PROBLEM TO WORK ON:
Using the listing below, return every line that includes "RangeError".

○ ○ ○

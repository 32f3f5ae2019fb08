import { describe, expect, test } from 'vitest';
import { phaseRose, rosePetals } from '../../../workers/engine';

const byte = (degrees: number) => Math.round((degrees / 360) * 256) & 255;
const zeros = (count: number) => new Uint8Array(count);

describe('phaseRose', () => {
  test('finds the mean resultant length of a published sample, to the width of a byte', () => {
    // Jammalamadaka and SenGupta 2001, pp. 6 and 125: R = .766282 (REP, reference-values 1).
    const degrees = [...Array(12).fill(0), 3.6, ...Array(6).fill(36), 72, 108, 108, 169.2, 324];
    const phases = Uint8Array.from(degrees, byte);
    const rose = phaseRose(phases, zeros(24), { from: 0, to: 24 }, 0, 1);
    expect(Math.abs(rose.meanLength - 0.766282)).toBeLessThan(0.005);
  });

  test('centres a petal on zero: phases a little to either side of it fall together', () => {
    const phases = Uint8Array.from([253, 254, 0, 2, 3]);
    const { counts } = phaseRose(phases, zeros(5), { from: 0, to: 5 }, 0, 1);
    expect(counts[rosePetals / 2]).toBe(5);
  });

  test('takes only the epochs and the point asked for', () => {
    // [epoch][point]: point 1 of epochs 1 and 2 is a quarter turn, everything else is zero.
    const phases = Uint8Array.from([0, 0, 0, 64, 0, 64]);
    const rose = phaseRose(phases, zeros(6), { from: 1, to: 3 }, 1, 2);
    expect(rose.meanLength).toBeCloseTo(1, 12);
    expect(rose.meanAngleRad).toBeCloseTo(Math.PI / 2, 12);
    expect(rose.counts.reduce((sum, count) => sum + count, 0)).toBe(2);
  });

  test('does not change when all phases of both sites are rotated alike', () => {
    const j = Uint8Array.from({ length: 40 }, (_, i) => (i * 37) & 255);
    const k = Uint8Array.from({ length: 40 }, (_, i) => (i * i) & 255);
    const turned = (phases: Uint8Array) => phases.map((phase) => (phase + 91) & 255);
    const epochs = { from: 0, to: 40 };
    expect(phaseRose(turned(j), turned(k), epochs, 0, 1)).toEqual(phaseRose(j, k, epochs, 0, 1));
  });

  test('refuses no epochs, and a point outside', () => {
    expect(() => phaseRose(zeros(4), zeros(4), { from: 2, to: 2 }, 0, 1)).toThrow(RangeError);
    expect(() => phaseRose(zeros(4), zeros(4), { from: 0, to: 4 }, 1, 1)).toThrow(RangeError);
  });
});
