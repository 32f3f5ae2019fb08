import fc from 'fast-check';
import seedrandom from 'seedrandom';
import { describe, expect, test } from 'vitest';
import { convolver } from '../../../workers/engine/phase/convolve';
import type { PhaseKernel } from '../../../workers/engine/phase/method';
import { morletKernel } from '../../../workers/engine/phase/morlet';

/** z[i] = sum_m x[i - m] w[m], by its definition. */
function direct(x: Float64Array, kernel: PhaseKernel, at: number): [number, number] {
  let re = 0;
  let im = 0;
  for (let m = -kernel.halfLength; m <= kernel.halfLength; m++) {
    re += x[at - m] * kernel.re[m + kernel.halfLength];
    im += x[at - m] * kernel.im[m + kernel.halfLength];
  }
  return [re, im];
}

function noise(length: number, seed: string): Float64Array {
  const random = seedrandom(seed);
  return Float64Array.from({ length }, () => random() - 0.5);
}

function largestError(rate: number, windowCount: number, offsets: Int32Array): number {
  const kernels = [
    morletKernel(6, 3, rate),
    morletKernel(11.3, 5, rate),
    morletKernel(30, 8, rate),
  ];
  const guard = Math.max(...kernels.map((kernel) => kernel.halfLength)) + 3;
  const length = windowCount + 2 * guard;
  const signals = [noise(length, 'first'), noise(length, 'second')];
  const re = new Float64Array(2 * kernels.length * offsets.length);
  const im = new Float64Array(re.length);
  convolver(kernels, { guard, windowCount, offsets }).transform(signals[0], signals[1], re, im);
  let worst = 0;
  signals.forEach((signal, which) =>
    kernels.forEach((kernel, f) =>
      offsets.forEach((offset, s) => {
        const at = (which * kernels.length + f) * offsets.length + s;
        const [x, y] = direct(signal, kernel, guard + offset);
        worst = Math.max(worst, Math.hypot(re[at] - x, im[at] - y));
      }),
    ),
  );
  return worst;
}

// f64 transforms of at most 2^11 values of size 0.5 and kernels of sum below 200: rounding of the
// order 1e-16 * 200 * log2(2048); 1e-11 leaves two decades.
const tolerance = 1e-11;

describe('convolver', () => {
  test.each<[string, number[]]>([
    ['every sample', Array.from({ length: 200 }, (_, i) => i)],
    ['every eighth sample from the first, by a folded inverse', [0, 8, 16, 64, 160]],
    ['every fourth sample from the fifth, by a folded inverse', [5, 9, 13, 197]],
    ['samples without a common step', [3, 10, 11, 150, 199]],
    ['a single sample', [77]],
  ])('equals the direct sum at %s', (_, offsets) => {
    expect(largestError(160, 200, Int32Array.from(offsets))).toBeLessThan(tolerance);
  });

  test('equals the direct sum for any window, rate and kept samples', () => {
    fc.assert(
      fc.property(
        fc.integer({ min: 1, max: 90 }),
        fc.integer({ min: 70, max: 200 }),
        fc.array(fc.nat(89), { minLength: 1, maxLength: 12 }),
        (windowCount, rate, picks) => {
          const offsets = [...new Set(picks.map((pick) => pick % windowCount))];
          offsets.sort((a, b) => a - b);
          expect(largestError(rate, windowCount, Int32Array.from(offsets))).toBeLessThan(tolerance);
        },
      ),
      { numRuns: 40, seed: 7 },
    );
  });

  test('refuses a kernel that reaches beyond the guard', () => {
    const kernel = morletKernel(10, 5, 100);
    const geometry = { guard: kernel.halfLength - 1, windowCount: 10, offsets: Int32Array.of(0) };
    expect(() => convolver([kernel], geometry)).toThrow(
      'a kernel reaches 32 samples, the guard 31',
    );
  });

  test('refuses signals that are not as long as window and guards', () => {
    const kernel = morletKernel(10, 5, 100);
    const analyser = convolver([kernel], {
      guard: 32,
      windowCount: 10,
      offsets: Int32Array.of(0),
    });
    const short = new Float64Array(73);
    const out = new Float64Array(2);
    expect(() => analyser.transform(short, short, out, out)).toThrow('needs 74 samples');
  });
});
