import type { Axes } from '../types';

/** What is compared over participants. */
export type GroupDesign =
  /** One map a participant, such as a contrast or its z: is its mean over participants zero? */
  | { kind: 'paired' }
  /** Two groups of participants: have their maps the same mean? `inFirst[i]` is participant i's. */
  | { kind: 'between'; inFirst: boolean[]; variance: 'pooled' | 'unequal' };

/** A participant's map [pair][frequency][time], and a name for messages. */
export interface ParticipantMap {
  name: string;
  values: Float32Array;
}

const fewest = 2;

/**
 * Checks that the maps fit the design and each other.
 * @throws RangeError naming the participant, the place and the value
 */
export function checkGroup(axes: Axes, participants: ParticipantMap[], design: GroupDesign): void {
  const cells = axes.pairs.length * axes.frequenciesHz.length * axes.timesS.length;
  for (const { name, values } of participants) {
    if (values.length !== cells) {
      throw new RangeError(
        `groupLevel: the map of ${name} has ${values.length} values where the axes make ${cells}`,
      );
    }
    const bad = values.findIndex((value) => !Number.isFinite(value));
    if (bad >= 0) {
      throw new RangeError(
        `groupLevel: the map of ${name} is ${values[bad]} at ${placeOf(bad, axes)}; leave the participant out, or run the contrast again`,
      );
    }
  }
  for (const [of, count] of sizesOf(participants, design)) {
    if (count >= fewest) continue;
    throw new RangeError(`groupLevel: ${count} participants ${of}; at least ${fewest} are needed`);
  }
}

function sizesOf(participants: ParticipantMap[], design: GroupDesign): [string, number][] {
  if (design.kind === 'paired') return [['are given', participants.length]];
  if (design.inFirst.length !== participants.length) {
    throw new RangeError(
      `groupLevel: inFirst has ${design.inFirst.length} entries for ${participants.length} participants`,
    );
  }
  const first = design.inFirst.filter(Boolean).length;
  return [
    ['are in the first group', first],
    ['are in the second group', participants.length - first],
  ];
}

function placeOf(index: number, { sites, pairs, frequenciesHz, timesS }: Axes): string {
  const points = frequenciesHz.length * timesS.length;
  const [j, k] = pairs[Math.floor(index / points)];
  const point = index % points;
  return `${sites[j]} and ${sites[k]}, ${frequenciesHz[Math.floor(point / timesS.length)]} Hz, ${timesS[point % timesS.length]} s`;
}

○ ○ ○

REPLY TO THE TASK:
    expect(() => phaseRose(zeros(4), zeros(4), { from: 2, to: 2 }, 0, 1)).toThrow(RangeError);
    expect(() => phaseRose(zeros(4), zeros(4), { from: 0, to: 4 }, 1, 1)).toThrow(RangeError);
 * @throws RangeError naming the participant, the place and the value
      throw new RangeError(
      throw new RangeError(
    throw new RangeError(`groupLevel: ${count} participants ${of}; at least ${fewest} are needed`);
    throw new RangeError(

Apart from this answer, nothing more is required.